[WHAT YOU HAVE TO DO] The required output is the exact run of lines below that opens at the line with "demo = ROOT" and closes at the line with "assert first.keys() == second.keys()".
▬▬▬▬▬▬▬▬▬▬
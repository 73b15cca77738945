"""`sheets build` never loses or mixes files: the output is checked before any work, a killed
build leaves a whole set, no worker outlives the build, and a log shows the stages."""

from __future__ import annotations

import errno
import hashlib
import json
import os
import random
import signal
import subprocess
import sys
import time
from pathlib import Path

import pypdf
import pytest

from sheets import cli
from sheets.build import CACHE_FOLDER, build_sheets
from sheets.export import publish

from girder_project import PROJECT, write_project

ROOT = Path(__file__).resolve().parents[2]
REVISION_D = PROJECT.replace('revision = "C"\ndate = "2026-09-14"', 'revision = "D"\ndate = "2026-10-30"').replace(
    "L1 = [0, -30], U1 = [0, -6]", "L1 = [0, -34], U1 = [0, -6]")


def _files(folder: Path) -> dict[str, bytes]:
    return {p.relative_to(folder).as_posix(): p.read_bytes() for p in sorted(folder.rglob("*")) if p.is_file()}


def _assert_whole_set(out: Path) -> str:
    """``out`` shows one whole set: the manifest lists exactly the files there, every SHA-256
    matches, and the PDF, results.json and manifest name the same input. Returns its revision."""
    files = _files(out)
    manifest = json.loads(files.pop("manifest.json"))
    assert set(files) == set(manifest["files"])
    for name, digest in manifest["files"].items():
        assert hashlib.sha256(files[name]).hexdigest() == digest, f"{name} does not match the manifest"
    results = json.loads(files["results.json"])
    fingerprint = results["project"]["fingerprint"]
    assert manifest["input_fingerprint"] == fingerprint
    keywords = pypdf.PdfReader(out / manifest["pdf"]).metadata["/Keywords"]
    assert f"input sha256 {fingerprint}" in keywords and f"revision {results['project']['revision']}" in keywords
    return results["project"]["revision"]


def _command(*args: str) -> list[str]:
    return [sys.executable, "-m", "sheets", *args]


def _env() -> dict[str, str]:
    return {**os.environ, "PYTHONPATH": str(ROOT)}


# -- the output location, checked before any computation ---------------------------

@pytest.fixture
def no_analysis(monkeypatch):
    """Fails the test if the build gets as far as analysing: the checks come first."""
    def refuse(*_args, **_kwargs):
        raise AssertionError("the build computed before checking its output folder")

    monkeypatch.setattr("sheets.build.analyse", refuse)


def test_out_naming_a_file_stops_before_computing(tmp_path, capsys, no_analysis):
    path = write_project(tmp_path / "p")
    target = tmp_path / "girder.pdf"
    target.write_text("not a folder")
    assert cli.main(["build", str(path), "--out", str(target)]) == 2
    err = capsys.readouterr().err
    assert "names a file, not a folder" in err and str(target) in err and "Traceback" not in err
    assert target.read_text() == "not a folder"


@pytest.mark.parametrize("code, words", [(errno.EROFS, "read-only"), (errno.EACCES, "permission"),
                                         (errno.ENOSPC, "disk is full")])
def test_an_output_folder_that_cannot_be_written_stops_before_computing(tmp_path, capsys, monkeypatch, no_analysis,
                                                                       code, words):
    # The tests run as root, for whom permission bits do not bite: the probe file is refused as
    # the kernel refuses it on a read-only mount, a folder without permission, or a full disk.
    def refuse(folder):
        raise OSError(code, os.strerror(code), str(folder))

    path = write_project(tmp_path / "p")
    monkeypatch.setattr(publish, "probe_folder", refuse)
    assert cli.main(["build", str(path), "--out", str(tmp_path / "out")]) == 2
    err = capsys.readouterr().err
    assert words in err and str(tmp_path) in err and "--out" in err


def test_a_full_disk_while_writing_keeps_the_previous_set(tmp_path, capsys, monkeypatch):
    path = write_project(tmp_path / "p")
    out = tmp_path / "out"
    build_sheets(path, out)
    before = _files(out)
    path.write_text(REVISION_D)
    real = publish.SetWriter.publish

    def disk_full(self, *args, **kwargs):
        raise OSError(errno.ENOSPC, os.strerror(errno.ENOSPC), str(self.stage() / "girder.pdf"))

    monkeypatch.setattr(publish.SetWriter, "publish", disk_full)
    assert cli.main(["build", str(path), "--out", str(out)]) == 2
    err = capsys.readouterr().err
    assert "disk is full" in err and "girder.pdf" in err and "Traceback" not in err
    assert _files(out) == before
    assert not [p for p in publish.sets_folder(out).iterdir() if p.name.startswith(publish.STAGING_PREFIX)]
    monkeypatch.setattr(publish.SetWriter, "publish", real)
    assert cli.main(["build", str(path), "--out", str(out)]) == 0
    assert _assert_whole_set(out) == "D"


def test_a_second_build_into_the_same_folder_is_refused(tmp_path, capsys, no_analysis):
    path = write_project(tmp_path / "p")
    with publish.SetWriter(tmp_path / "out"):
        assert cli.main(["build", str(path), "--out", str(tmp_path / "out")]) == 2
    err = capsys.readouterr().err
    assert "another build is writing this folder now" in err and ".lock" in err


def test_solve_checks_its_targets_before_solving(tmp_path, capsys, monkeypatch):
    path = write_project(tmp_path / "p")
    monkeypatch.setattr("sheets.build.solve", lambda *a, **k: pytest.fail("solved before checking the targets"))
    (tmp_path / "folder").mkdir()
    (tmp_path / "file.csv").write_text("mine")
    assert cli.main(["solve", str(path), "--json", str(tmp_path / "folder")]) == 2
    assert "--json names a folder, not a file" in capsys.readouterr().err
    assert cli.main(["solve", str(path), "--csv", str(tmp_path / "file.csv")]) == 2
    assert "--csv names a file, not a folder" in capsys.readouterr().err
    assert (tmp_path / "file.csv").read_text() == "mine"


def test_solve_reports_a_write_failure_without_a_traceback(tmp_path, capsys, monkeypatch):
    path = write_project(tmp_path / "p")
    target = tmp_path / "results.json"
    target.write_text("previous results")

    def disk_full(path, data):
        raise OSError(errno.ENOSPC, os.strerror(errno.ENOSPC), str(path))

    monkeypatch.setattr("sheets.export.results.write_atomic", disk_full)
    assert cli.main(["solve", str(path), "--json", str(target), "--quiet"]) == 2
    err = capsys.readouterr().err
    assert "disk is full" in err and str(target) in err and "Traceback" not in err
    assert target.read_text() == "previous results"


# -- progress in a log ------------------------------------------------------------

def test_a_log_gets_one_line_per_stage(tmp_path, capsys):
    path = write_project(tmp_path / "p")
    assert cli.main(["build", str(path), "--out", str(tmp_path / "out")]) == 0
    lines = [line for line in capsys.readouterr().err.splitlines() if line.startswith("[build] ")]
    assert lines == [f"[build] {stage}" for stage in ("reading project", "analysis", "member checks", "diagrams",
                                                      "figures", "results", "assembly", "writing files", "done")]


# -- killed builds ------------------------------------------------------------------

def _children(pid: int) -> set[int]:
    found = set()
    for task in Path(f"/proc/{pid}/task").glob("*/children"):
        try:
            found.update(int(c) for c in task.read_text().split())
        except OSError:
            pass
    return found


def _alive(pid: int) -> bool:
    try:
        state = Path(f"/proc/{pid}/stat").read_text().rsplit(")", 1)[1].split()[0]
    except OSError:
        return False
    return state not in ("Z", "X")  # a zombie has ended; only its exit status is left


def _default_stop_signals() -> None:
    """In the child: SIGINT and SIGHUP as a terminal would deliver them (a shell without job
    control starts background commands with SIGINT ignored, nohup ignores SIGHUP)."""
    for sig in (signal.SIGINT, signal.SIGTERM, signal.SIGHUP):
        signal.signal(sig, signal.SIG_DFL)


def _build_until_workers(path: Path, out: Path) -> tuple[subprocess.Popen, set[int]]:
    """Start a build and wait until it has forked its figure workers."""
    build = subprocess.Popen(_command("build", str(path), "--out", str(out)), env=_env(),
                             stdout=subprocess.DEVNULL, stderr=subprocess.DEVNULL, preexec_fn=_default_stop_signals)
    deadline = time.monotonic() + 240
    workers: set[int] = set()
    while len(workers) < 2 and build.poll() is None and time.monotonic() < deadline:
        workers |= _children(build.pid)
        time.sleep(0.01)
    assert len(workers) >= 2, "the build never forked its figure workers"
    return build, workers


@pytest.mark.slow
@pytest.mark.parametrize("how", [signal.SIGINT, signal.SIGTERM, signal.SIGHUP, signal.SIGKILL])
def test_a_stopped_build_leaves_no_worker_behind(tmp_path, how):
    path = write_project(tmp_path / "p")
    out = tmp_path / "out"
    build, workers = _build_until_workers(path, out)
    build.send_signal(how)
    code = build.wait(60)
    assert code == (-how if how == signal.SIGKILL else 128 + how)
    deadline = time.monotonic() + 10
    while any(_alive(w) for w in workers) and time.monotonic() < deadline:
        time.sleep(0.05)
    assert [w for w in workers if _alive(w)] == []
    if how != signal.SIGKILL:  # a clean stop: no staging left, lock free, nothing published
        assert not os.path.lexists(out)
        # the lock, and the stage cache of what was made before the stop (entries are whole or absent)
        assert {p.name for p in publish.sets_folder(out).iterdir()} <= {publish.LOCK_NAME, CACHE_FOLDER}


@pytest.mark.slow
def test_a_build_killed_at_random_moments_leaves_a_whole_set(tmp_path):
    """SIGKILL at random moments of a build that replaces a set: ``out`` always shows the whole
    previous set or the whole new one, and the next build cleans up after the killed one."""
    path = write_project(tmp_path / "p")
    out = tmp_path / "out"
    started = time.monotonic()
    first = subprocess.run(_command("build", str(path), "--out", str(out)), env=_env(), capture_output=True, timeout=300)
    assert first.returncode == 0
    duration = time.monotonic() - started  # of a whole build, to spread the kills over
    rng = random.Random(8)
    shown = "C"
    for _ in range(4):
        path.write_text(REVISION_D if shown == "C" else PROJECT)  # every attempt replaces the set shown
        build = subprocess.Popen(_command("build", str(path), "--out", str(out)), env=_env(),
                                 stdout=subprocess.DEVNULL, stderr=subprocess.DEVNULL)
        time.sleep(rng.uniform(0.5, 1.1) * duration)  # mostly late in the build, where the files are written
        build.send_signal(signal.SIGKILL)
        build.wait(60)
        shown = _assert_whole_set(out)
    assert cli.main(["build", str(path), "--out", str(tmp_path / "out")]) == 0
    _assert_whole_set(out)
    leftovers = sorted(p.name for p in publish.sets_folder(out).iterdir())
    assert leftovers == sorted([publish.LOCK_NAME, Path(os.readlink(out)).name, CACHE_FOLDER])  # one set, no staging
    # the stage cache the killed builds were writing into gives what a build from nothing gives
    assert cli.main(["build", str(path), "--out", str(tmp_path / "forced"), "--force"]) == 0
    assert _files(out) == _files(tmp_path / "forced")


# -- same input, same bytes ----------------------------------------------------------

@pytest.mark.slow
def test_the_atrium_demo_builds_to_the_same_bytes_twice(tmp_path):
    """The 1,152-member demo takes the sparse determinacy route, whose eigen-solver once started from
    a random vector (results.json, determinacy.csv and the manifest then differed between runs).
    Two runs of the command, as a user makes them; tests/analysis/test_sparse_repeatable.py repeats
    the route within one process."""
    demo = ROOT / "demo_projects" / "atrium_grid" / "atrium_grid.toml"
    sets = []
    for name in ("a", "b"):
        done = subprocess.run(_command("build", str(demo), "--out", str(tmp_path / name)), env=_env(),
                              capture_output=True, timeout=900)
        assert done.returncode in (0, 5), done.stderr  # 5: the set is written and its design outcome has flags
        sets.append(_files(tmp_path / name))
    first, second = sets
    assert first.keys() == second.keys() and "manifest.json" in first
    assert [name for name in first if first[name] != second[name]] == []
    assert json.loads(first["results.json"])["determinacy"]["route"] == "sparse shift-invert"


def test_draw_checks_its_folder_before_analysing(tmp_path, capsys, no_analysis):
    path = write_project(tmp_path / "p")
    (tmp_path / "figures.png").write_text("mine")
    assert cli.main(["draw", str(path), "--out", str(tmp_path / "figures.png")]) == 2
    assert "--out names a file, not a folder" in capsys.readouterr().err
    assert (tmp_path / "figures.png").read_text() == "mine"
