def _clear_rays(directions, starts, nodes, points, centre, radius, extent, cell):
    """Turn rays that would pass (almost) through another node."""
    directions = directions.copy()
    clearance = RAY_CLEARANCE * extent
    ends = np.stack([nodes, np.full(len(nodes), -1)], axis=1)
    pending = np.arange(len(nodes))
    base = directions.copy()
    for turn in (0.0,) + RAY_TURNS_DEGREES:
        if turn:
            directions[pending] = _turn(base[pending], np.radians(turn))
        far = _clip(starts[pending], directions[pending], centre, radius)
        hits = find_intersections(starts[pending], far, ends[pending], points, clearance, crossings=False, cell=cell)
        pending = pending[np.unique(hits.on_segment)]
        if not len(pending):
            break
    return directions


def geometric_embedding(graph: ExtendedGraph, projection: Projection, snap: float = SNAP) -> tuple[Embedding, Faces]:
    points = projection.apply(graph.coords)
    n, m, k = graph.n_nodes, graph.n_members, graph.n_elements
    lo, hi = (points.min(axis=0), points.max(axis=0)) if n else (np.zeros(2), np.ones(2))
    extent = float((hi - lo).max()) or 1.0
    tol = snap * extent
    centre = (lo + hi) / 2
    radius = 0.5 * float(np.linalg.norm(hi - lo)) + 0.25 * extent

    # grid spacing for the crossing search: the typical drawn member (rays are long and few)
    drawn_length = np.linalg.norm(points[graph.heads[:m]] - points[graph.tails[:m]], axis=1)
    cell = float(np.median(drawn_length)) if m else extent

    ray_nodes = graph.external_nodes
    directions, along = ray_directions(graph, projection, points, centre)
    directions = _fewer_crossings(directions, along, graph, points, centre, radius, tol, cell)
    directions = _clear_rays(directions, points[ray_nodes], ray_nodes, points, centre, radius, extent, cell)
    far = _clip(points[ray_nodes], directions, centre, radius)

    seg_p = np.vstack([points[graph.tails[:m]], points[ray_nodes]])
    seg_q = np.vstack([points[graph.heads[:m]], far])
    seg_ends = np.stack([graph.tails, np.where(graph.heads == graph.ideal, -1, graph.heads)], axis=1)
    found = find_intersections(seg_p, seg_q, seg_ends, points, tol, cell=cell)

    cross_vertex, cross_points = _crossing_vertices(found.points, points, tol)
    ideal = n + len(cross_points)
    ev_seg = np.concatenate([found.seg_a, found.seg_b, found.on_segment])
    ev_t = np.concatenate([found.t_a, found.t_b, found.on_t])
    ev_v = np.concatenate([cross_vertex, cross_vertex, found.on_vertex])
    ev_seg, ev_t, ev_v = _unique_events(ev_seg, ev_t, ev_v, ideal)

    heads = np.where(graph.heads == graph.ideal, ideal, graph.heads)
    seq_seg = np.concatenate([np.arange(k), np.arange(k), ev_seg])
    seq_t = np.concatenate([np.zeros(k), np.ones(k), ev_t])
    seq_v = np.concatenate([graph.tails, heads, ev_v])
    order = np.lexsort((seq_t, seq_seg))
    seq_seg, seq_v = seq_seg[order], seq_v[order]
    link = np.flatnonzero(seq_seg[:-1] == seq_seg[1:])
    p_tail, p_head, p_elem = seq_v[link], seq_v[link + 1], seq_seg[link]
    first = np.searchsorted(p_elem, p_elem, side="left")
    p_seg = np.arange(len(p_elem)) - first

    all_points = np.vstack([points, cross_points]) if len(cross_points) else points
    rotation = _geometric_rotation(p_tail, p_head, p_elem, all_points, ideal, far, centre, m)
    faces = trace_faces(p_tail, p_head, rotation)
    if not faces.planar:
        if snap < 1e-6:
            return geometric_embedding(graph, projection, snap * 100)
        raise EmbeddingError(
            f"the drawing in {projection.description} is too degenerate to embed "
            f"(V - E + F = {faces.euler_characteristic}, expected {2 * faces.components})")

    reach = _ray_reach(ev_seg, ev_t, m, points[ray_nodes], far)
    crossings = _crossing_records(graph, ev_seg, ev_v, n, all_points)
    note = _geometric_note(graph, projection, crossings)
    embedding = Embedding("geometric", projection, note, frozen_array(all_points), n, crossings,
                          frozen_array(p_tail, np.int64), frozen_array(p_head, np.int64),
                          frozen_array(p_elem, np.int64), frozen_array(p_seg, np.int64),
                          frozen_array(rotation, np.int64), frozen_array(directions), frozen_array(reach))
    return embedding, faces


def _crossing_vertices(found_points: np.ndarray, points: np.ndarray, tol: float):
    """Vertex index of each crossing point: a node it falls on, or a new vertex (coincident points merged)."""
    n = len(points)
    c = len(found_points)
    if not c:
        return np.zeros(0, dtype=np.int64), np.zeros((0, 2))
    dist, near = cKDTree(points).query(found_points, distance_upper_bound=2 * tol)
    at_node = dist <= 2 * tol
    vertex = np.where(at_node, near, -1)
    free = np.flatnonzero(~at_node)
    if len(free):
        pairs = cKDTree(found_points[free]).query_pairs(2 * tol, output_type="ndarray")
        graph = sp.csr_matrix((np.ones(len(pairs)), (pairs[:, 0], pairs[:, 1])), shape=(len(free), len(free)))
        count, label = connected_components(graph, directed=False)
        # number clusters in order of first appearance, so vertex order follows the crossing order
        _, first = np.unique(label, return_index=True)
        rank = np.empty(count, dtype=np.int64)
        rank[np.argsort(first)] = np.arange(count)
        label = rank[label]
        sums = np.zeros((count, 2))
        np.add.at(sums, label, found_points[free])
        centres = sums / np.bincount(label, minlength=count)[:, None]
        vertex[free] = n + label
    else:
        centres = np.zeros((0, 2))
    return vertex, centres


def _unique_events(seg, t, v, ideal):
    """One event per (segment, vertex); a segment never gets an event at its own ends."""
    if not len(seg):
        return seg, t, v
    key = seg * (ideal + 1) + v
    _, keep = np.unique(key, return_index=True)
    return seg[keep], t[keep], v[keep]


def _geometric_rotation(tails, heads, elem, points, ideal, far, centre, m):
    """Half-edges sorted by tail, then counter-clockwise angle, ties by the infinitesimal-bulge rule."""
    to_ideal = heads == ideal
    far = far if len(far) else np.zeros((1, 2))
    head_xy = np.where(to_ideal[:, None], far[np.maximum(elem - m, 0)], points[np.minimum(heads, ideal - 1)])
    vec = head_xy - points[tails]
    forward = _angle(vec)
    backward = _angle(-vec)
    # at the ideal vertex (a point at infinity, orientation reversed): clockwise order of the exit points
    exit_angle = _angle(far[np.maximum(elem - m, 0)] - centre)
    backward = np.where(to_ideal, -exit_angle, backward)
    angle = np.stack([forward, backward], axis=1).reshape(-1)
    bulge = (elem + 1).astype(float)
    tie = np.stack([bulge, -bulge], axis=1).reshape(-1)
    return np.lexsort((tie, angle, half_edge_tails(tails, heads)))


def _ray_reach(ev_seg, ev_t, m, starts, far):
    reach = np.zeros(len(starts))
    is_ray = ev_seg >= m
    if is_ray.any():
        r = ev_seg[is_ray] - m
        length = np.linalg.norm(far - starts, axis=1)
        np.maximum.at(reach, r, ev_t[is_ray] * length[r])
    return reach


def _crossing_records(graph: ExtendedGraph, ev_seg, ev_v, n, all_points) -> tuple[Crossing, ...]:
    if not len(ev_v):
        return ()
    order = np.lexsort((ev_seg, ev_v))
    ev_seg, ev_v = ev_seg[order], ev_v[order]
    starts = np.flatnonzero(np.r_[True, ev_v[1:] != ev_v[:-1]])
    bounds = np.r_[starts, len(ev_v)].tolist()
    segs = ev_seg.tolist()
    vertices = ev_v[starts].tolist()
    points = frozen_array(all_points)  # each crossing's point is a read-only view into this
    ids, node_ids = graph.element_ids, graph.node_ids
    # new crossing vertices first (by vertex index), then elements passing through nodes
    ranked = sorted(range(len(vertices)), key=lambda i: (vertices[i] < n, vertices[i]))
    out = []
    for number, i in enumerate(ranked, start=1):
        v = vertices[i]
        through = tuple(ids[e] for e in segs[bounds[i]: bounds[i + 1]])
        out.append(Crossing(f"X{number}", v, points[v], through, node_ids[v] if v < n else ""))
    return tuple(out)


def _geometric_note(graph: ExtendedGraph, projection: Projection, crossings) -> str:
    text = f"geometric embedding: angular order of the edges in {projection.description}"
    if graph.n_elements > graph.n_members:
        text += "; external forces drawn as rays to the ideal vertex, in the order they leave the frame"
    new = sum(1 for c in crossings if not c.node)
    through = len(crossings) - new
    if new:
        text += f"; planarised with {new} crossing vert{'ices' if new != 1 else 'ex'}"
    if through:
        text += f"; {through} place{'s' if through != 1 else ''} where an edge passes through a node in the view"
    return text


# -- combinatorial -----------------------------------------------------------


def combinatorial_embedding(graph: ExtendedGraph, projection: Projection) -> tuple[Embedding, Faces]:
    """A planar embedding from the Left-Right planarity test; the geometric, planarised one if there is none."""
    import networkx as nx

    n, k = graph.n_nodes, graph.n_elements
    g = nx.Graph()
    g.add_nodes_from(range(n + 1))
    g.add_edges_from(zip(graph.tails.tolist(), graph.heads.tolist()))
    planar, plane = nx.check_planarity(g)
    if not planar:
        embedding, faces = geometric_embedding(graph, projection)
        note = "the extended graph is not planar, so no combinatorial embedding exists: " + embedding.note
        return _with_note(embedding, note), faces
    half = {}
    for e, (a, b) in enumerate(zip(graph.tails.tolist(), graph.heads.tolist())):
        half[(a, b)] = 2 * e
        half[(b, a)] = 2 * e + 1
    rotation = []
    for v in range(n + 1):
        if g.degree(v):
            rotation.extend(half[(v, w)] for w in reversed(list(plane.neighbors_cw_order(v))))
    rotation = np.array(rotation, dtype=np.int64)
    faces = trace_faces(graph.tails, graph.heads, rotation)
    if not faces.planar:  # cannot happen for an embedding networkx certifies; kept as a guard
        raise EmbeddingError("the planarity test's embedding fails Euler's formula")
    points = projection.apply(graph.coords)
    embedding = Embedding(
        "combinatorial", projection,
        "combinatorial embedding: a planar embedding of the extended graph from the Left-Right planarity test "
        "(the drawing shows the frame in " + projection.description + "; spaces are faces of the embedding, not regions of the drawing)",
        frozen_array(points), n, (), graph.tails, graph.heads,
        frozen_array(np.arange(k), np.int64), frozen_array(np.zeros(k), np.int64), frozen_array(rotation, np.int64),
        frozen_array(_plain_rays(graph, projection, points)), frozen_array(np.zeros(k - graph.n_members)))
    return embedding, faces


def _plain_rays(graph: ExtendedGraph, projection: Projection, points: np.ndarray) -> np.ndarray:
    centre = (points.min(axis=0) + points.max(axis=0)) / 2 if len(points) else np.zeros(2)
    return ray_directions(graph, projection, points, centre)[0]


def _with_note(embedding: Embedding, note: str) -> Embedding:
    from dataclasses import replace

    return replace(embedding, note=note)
▬▬▬▬▬▬▬▬▬▬
[RESPONSE TO THIS EXERCISE]
    demo = ROOT / "demo_projects" / "atrium_grid" / "atrium_grid.toml"
    sets = []
    for name in ("a", "b"):
        done = subprocess.run(_command("build", str(demo), "--out", str(tmp_path / name)), env=_env(),
                              capture_output=True, timeout=900)
        assert done.returncode in (0, 5), done.stderr  # 5: the set is written and its design outcome has flags
        sets.append(_files(tmp_path / name))
    first, second = sets
    assert first.keys() == second.keys() and "manifest.json" in first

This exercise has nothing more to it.